I’m sure a lot of these benefits sound familiar. They are some of the same benefits humans receive from Omega-3’s. Humans can more easily take a supplement to reap the benefits of Omega-3’s. Dogs, however, don’t process the supplemental forms as readily as humans. Therefore, it is more important for dogs to get their Omega-3 fatty acids directly from a food source. And THIS is where a dog food that is naturally high in the right types of fish is so important.
If you do a Google search for Menhaden fish, you’ll find that it is most often praised for its Omega-3 content. In fact, you’ll see that almost as often as you’ll see that Menhaden fish like to make more little Menhaden fish. Menhaden is a sustainable source of Omega-3 AND it has a much, much lower concentration of mercury as it is NOT a farm-raised fish. Now there’s a happy surprise!

So you see, VeRus Pet Food’s Cold Water Fish formula is not only a great idea for an itchy dog, it’s a great idea for any adult dog. Better skin and coat, higher activity levels, lower risk of circulatory and inflammation issues, longer and happier life for your dog!
Works for me! Give it a try!

Special thanks to motherjones.com, southernfriedscience.com, and whole-dog-journal.com, as well as, VeRus Pet Foods Cold Water Fish webpage.

BTW - in case you couldn't tell, I really like the "Menhaden". Not to name anything but it stays in my mind and it rolls nicely off my tongue.


----------



## Dr Dolittle (Aug 2, 2013)

Hey EMmaRoo, don't have time to write but just wanted to say that corn is not an allergen for dogs! NOt even in the top 5 ingredients like egg and dairy, etc. And corn offers great nutrition, such as protein, energy, fatty acids, antioxidants! ANyone saying different is lying or doesn't know better. OMega 6s are actually the omegas that nourish and restore the skin barrier while Omega 3' help with the chronic inflammation. salmon is another great ingredient for Omega 3s but to deliver enough omega 3s a company has to add fish oil, above the amt from the named ingredients. YOu can call companies and get the amt of 6's and 3's but it can be confusing since other ingredients deliver omegas, such as corn and flax seed. ITs a bit more complicated trying to compare. SOory if al I did was confuse you! AS far as that food you mentioned, I would want to know is it life staged and has gone thru feeding trials and what the actual nutrient profile was, not just the Fatty acids, especially if my fog was 7 or older. God Bless!


----------



## EmmaRoo (Apr 3, 2016)

Hi Doc!
I stand corrected! I did some [more] research today (including contacting VeRus to clarify some information). I seriously hate to be wrong but will admit it when I am! So here's what I found out...
You are absolutely right regarding the positives about corn, specifically corn gluten meal (which is when the outer layer is removed to provide a very concentrated protein source). HOWEVER when not cooked properly is not easily digestible by anyone or anything. Investor owned companies cut corners, decreasing the amount of time cooked to be able to make more throughout a day. The same applied to what happened in the industry with brown rice.

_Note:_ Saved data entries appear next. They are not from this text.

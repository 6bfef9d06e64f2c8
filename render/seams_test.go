package render

import (
	"bytes"
	"fmt"
	"go/ast"
	"go/parser"
	"go/printer"
	"go/token"
	"os"
	"path/filepath"
	"slices"
	"strings"
	"testing"
)

// seams are the declarations that the packages meet at. DEVELOPERS.md lists
// their signatures, and TestSeams holds it to the code.
var seams = []struct {
	title, pkg string
	names      []string // types come with their exported methods
}{
	{"Diagnostics", "content/fault", []string{"Place", "Severity", "Diagnostic", "List", "Problem", "Problems"}},
	{"Quantities", "kinetics/unit", []string{"Dim", "Unit", "Quantity", "Form", "Error", "Lookup", "Must", "Known", "Parse", "Bare", "ParseRatio",
		"RateConstant", "EquilibriumConstant", "Print", "PrintBare", "Fixed", "Digits", "Percent", "Ratio", "RatioToOne", "Span"}},
	{"Sources", "content", []string{"Notebook", "Settings", "Note", "Piece", "Block", "Reading", "Link", "Heading", "Open"}},
	{"Field lists", "content/schema", []string{"Node", "Parse", "Field", "Decode", "Check", "Group", "Bound", "NamedAmount", "Nearest", "Reference", "JSONSchema"}},
	{"Mechanism and network", "kinetics", []string{"Term", "Species", "Step", "Law", "Constant", "StatedK", "Common", "Mechanism", "Complaint", "ParseReaction", "ParseSum",
		"Network", "Reaction", "Limit", "Limits", "Composition", "Level"}},
	{"Sampling", "kinetics/spread", []string{"Case", "Plan", "Part", "Sample", "Interval", "Quantiles"}},
	{"Runs", "kinetics/course", []string{"Simulate", "Prepare", "Plan", "Run", "Leg", "Dose", "Removal", "Until", "Product", "Course", "Point", "Pair", "Warming", "Heat", "HeatData", "HeatPoint"}},
	{"What decides", "kinetics/control", []string{"Analyse", "Steady", "Problem", "Result", "State", "Order", "Cycle", "Level", "Pair", "PointError"}},
	{"Block kinds and results", "render/kind", []string{"Kind", "Register", "Ref", "Inputs", "Draws", "Draw", "Gift", "Key", "Number", "Result", "Sampler", "Finding", "Standing"}},
	{"Scenes", "diagram", []string{"Scene", "Role", "Mark", "Line", "Curve", "Box", "Dot", "Words", "Group", "Profile", "ProfilePath", "ProfilePoint", "Bars", "BarGroup", "Bar",
		"SignedBars", "SignedGroup", "SignedBar", "TimeCourse", "TimeLine", "TimePoint", "TimeNode", "TimeMark",
		"ProfileBarrier", "ProfileSpan", "Picture", "Image", "ContourMap", "MapLevel", "MapPoint", "MapRegion", "OverTemperature", "TempLine", "TempPoint", "TempMark", "TempCross",
		"StraightPlot", "StraightPoint", "StraightBand", "Network", "NetworkNode", "NetworkStep", "NetworkTerm"}},
	{"Page parts", "render/paper", []string{"Block", "Sheet", "New", "Value", "Table", "Column", "Cell", "Figure", "ClaimRow", "Data"}},
}

const (
	seamsBegin = "<!-- seams: written by go test ./render -run Seams -update -->\n"
	seamsEnd   = "<!-- end of seams -->\n"
)

func TestSeams(t *testing.T) {
	const file = "../DEVELOPERS.md"
	data, err := os.ReadFile(file)
	if err != nil {
		t.Fatal(err)
	}
	before, rest, ok1 := strings.Cut(string(data), seamsBegin)
	was, after, ok2 := strings.Cut(rest, seamsEnd)
	if !ok1 || !ok2 {
		t.Fatal("the marks of the seams are missing from DEVELOPERS.md")
	}
	var want strings.Builder
	for _, s := range seams {
		fmt.Fprintf(&want, "\n### %s (`%s`)\n\n```go\n%s```\n", s.title, s.pkg, declarations(t, s.pkg, s.names))
	}
	want.WriteString("\n")
	if was == want.String() {
		return
	}
	if !*update {
		t.Fatal("the seams in DEVELOPERS.md are not those of the code; run go test ./render -run Seams -update and read the change")
	}
	if err := os.WriteFile(file, []byte(before+seamsBegin+want.String()+seamsEnd+after), 0o666); err != nil {
		t.Fatal(err)
	}
}

// declarations prints the named declarations of a package, without bodies.
func declarations(t *testing.T, pkg string, names []string) string {
	t.Helper()
	fset := token.NewFileSet()
	files, err := filepath.Glob("../" + pkg + "/*.go")
	if err != nil {
		t.Fatal(err)
	}
	types, funcs, methods := map[string]string{}, map[string]string{}, map[string][]string{}
	for _, name := range files {
		if strings.HasSuffix(name, "_test.go") {
			continue
		}
		f, err := parser.ParseFile(fset, name, nil, parser.ParseComments)
		if err != nil {
			t.Fatal(err)
		}
		for _, d := range f.Decls {
			switch d := d.(type) {
			case *ast.GenDecl:
				for _, spec := range d.Specs {
					if ts, ok := spec.(*ast.TypeSpec); ok {
						unexported(ts)
						types[ts.Name.Name] = printed(t, fset, &ast.GenDecl{Tok: token.TYPE, Specs: []ast.Spec{ts}})
					}
				}
			case *ast.FuncDecl:
				if !d.Name.IsExported() {
					continue
				}
				text := printed(t, fset, &ast.FuncDecl{Recv: d.Recv, Name: d.Name, Type: d.Type})
				if d.Recv == nil {
					funcs[d.Name.Name] = text
				} else {
					on := receiver(d.Recv.List[0].Type)
					methods[on] = append(methods[on], text)
				}
			}
		}
	}
	var out strings.Builder
	for _, n := range names {
		text, ok := types[n]
		if !ok {
			text, ok = funcs[n]
		}
		if !ok {
			t.Errorf("package %s has no %s", pkg, n)
		}
		out.WriteString(text + "\n")
		slices.Sort(methods[n])
		for _, m := range methods[n] {
			out.WriteString(m + "\n")
		}
	}
	return out.String()
}

// unexported drops the fields of a struct that only its package sees, and doc
// comments above fields, which the code has.
func unexported(ts *ast.TypeSpec) {
	ts.Doc = nil
	st, ok := ts.Type.(*ast.StructType)
	if !ok {
		return
	}
	var kept []*ast.Field
	for _, f := range st.Fields.List {
		f.Doc = nil
		if len(f.Names) == 0 || f.Names[0].IsExported() {
			kept = append(kept, f)
		}
	}
	st.Fields.List = kept
}

func receiver(e ast.Expr) string {
	switch e := e.(type) {
	case *ast.StarExpr:
		return receiver(e.X)
	case *ast.IndexExpr:
		return receiver(e.X)
	case *ast.Ident:
		return e.Name
	}
	return ""
}

// printed prints a declaration without its place in the file, so that lines
// that were dropped leave no gap.
func printed(t *testing.T, fset *token.FileSet, node any) string {
	t.Helper()
	var b bytes.Buffer
	if err := (&printer.Config{Mode: printer.UseSpaces | printer.TabIndent, Tabwidth: 8}).Fprint(&b, fset, node); err != nil {
		t.Fatal(err)
	}
	var lines []string
	for _, l := range strings.Split(b.String(), "\n") {
		if strings.TrimSpace(l) != "" {
			lines = append(lines, l)
		}
	}
	return strings.Join(lines, "\n")
}
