package render

import (
	"context"
	"testing"

	"saddlebook/content"
)

// BenchmarkEvaluate evaluates the demo notebook without a cache.
func BenchmarkEvaluate(b *testing.B) {
	b.Setenv("SADDLEBOOK_CACHE", "off")
	for b.Loop() {
		if _, _, err := open(context.Background(), Source{FS: content.Demo()}, Options{Jobs: 1}); err != nil {
			b.Fatal(err)
		}
	}
}
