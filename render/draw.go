package render

import (
	"bytes"
	"context"
	"fmt"
	"os"
	"strings"

	"saddlebook/content/fault"
	"saddlebook/content/schema"
	"saddlebook/diagram/ink"
)

// NoFigure says that a note has no figure of that id.
type NoFigure struct{ Note, ID, Fix string }

func (e *NoFigure) Error() string {
	return fmt.Sprintf("note %q has no figure %q; %s", e.Note, e.ID, e.Fix)
}

// Draw writes the figure of one block as a stand-alone SVG.
func Draw(ctx context.Context, src Source, id, to string, o Options) (fault.List, error) {
	s, faults, err := open(ctx, src, o)
	if err != nil || faults.Failed() {
		return faults, err
	}
	var figures []string
	for _, b := range s.Blocks {
		if b.Source.Note.Path != src.Only {
			continue
		}
		sheet, err := lay(b)
		if err != nil {
			return faults, err
		}
		if len(sheet.Figures()) == 0 {
			continue
		}
		figures = append(figures, b.ID)
		if b.ID != id {
			continue
		}
		var svg bytes.Buffer
		if err := ink.Alone(&svg, sheet.Figures()[0].Scene); err != nil {
			return faults, err
		}
		return faults, os.WriteFile(to, svg.Bytes(), 0o666)
	}
	return faults, &NoFigure{src.Only, id, figureFix(id, figures)}
}

func figureFix(id string, figures []string) string {
	if near := schema.Nearest(id, figures); near != "" {
		return fmt.Sprintf("did you mean %q?", near)
	}
	if len(figures) == 0 {
		return "name a note with a profile or an equilibrium in it"
	}
	return "write one of " + strings.Join(figures, ", ")
}
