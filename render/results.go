package render

import (
	"context"
	"encoding/csv"
	"fmt"
	"io"
	"strconv"

	"saddlebook/content/fault"
	"saddlebook/render/kind"
	"saddlebook/render/study"
)

// A Line is one result with its place.
type Line struct {
	Note   string
	Result kind.Result
	File   string
	Line   int
}

// Results lists every result of a notebook, or of one note of it, in the
// order of the notes and of the blocks in them.
func Results(ctx context.Context, src Source, o Options) ([]Line, fault.List, error) {
	s, faults, err := open(ctx, src, o)
	if err != nil {
		return nil, faults, err
	}
	var out []Line
	for _, b := range s.Blocks {
		if src.Only != "" && b.Source.Note.Path != src.Only {
			continue
		}
		for _, r := range b.Results {
			r.Key.Note = b.Source.Note.Name
			out = append(out, Line{b.Source.Note.Name, r, b.Source.At.File, b.Source.At.Line})
		}
	}
	return out, faults, nil
}

// WriteResults writes the lines as text, csv or json.
func WriteResults(w io.Writer, lines []Line, format string) error {
	switch format {
	case "text":
		for _, l := range lines {
			if _, err := fmt.Fprintln(w, l.text()); err != nil {
				return err
			}
		}
		return nil
	case "csv":
		out := csv.NewWriter(w)
		if err := out.Write([]string{"key", "value", "unit", "low", "high", "file", "line"}); err != nil {
			return err
		}
		for _, l := range lines {
			low, high := l.ends()
			if err := out.Write([]string{l.Result.Key.String(), l.value(), l.Result.Unit.Symbol, low, high, l.File, strconv.Itoa(l.Line)}); err != nil {
				return err
			}
		}
		out.Flush()
		return out.Error()
	case "json":
		list := make([]jsonLine, 0, len(lines))
		for _, l := range lines {
			list = append(list, l.json())
		}
		return writeJSON(w, list)
	}
	return fmt.Errorf("%q is not a format; write text, csv or json", format)
}

// six prints six significant digits: the numbers of a solver run at 1e-9 do
// not flicker in a diff.
func (l Line) six(base float64) string {
	return strconv.FormatFloat(l.Result.InUnit(base), 'g', 6, 64)
}

func (l Line) value() string {
	if l.Result.Value.Kind == kind.Real {
		return l.six(l.Result.Value.Value)
	}
	return l.Result.Value.Text
}

func (l Line) ends() (low, high string) {
	if l.Result.Low == nil || l.Result.High == nil {
		return "", ""
	}
	return l.six(*l.Result.Low), l.six(*l.Result.High)
}

func (l Line) text() string {
	s := l.Result.Key.String() + " = " + l.value()
	if l.Result.Value.Kind == kind.Real && l.Result.Unit.Symbol != "" {
		s += " " + l.Result.Unit.Symbol
	}
	if low, high := l.ends(); low != "" {
		s += " (5 to 95 %: " + low + " to " + high + ")"
	}
	return s
}

// jsonLine is one object of `results --format json`: the value a number at
// full precision, words, or null where there is no number.
type jsonLine struct {
	Key   string   `json:"key"`
	Value any      `json:"value"`
	Unit  string   `json:"unit"`
	Low   *float64 `json:"low"`
	High  *float64 `json:"high"`
	File  string   `json:"file"`
	Line  int      `json:"line"`
}

func (l Line) json() jsonLine {
	r := l.Result
	j := jsonLine{Key: r.Key.String(), Unit: r.Unit.Symbol, File: l.File, Line: l.Line}
	switch r.Value.Kind {
	case kind.Real:
		j.Value = r.InUnit(r.Value.Value)
	case kind.Words:
		j.Value = r.Value.Text
	}
	if r.Low != nil && r.High != nil {
		low, high := r.InUnit(*r.Low), r.InUnit(*r.High)
		j.Low, j.High = &low, &high
	}
	return j
}

// resultsOf lists the results of one block, for its downloads.
func resultsOf(b *study.Block) []Line {
	var out []Line
	for _, r := range b.Results {
		r.Key.Note = b.Source.Note.Name
		out = append(out, Line{b.Source.Note.Name, r, b.Source.Note.Path, b.Source.At.Line})
	}
	return out
}
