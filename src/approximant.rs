//! The shipped approximation: its basis, its pieces, and the exact function that the stored
//! coefficients define.

pub mod bernstein;
pub mod chebyshev;
pub mod common_denominator;
pub mod hermite;
pub mod order;
pub mod piece;
pub mod polynomial;
pub mod power;
#[cfg(test)]
mod test_numbers;
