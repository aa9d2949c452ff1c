//! The reference function: its formula, and the three ways in which a formula is evaluated
//! (power series in balls, complex discs, real ranges).

pub mod constant;
pub mod disc;
pub mod exact;
pub mod formula;
pub mod parser;
pub mod range;
pub mod refusal;
pub mod series;

#[cfg(test)]
mod random;
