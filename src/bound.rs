//! The heart: from a piece and its reference to a proved enclosure of the supremum of the error.
//!
//! # The way of a proof
//!
//! 1. [`search`] cuts a piece into cells and keeps a queue of those that can still matter.
//! 2. [`patch`] writes the error on a cell as a polynomial in t plus a proved tail: power series
//!    of reference and approximant in balls, subtracted before anything is dropped to doubles,
//!    and Cauchy's estimate on a disc for the rest.
//! 3. [`extremes`] encloses minimum and maximum of that polynomial (or of its quotient by the
//!    reference) by second-order forms on a mesh refined where it still matters.
//! 4. Where no disc of analyticity fits (an endpoint singularity), [`plain`] encloses the error
//!    by the natural interval extension on a geometrically graded mesh.
//! 5. [`zeros`] finds exact zeros: of a denominator (removable singularities) and of the
//!    reference (shared zeros of a relative error), around which a cell is then centred.
//! 6. [`pole`] proves that a formula has no value somewhere in the domain, and [`unbounded`] that a
//!    relative error is unbounded: neither can be resolved by refinement.
//! 7. [`point`] evaluates the error at one exact argument: every lower end and every witness
//!    comes from there ([`confirm`]).

pub mod cell;
pub mod confirm;
pub mod double_polynomial;
pub mod extremes;
pub mod measure;
pub mod patch;
pub mod plain;
pub mod point;
pub mod pole;
pub mod remainder;
pub mod search;
pub mod shift;
pub mod steering;
pub mod task;
pub mod unbounded;
pub mod zeros;
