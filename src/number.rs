//! Exact numbers, storage formats, and the sets of numbers that proofs are made of.

pub mod ball;
pub mod decimal;
pub mod format;
pub mod literal;
pub mod radius;
pub mod rectangle;
pub mod wide_interval;
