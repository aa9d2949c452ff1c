//! Values of the elementary functions where they are known in Q + Q pi.

use rug::{Integer, Rational};

use crate::function::exact::Exact;
use crate::function::exact::taylor::{self, Known};

pub(super) fn known_integer(value: i32) -> Known {
    Some(Exact::from(Rational::from(value)))
}

/// f(u) where f(0) = 0 is the only value that is known.
pub(super) fn odd_value(u: &Known) -> Known {
    u.as_ref().filter(|value| value.is_zero()).cloned()
}

/// exp(u), and cosh(u): 1 at 0.
pub(super) fn exponential_value(u: &Known) -> Known {
    odd_value(u).and(known_integer(1))
}

/// log(u), and acosh(u): 0 at 1.
pub(super) fn logarithm_value(u: &Known) -> Known {
    u.as_ref()
        .filter(|value| value.as_rational().is_some_and(|value| *value == 1))?;
    Some(Exact::zero())
}

/// sin(b pi) = sin((b mod 2) pi), rational for b a multiple of 1/2 and for some multiples of 1/6
/// (and for no other rational b, by Niven's theorem).
fn sine_of_pi_multiple(multiple: &Rational) -> Known {
    let turn = Rational::from(multiple / 2u32);
    let sixths = (turn.clone() - turn.floor()) * 12u32;
    let value = match sixths.is_integer().then(|| sixths.numer().to_u32())?? {
        0 | 6 => Rational::new(),
        1 | 5 => Rational::from((1, 2)),
        3 => Rational::from(1),
        7 | 11 => Rational::from((-1, 2)),
        9 => Rational::from(-1),
        _ => return None,
    };
    Some(Exact::from(value))
}

pub(super) fn sine_value(u: &Known) -> Known {
    sine_of_pi_multiple(u.as_ref()?.as_pi_multiple()?)
}

/// cos(y) = sin(y + pi/2).
pub(super) fn cosine_value(u: &Known) -> Known {
    let multiple = u.as_ref()?.as_pi_multiple()?;
    sine_of_pi_multiple(&(multiple.clone() + Rational::from((1, 2))))
}

/// tan(b pi): 0 at integers b, 1 and -1 a quarter beyond and before them.
pub(super) fn tangent_value(u: &Known) -> Known {
    let multiple = u.as_ref()?.as_pi_multiple()?;
    let quarters = (multiple.clone() - multiple.clone().floor()) * 4u32;
    match quarters.is_integer().then(|| quarters.numer().to_u32())?? {
        0 => known_integer(0),
        1 => known_integer(1),
        3 => known_integer(-1),
        _ => None,
    }
}

/// asin(u) for u in {0, 1/2, -1/2, 1, -1}.
pub(super) fn arcsine_value(u: &Known) -> Known {
    let doubled = Rational::from(u.as_ref()?.as_rational()? * 2u32);
    let sixths = match doubled.is_integer().then(|| doubled.numer().to_i32())?? {
        0 => 0,
        1 => 1,
        -1 => -1,
        2 => 3,
        -2 => -3,
        _ => return None,
    };
    Some(Exact::of_pi(Rational::from((sixths, 6))))
}

/// atan(u) for u in {0, 1, -1}.
pub(super) fn arctangent_value(u: &Known) -> Known {
    let value = u.as_ref()?.as_rational()?;
    let quarters = value.is_integer().then(|| value.numer().to_i32())??;
    (-1..=1)
        .contains(&quarters)
        .then(|| Exact::of_pi(Rational::from((quarters, 4))))
}

/// log_b(u), where u is an integer power of b.
pub(super) fn power_of(base: u32, u: &Known) -> Known {
    let value = u.as_ref()?.as_rational()?;
    if *value <= 0 {
        return None;
    }
    let (large, small, sign) = if *value.denom() == 1 {
        (value.numer(), value.denom(), 1)
    } else {
        (value.denom(), value.numer(), -1)
    };
    let mut rest = large.clone();
    let exponent = rest.remove_factor_mut(&Integer::from(base));
    (rest == 1 && *small == 1).then(|| Exact::from(Rational::from(sign * i64::from(exponent))))
}

/// u^r for a rational u > 0 where it is rational (and 0^r = 0 for r > 0).
pub(super) fn rational_power(u: &Known, exponent: &Rational) -> Known {
    let base = u.as_ref()?.as_rational()?;
    if *base < 0 || (base.is_zero() && *exponent <= 0) {
        return None;
    }
    if base.is_zero() || *base == 1 {
        return u.clone();
    }
    let degree = exponent.denom().to_u32()?;
    let numerator = taylor::integer_root(base.numer(), degree)?;
    let denominator = taylor::integer_root(base.denom(), degree)?;
    taylor::number_power(
        &Rational::from((numerator, denominator)),
        exponent.numer().to_i32()?,
    )
}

It wasn’t brown rice that was the problem. Less than 10% of dogs actually have a grain allergy. It is the way it is cooked that the body wouldn’t tolerate. Not all brands are created equal. Try cooking rice for only half the recommended time and try to eat it. Back to corn though… Years ago, VeRUS used to have corn gluten meal (fully cooked!) in the Feline life advantage but removed it due to how corn has evolved over the years. Corn in the US has Gmo’s, which causes leaky gut. Even if the corn is organic, it is very high in sugar.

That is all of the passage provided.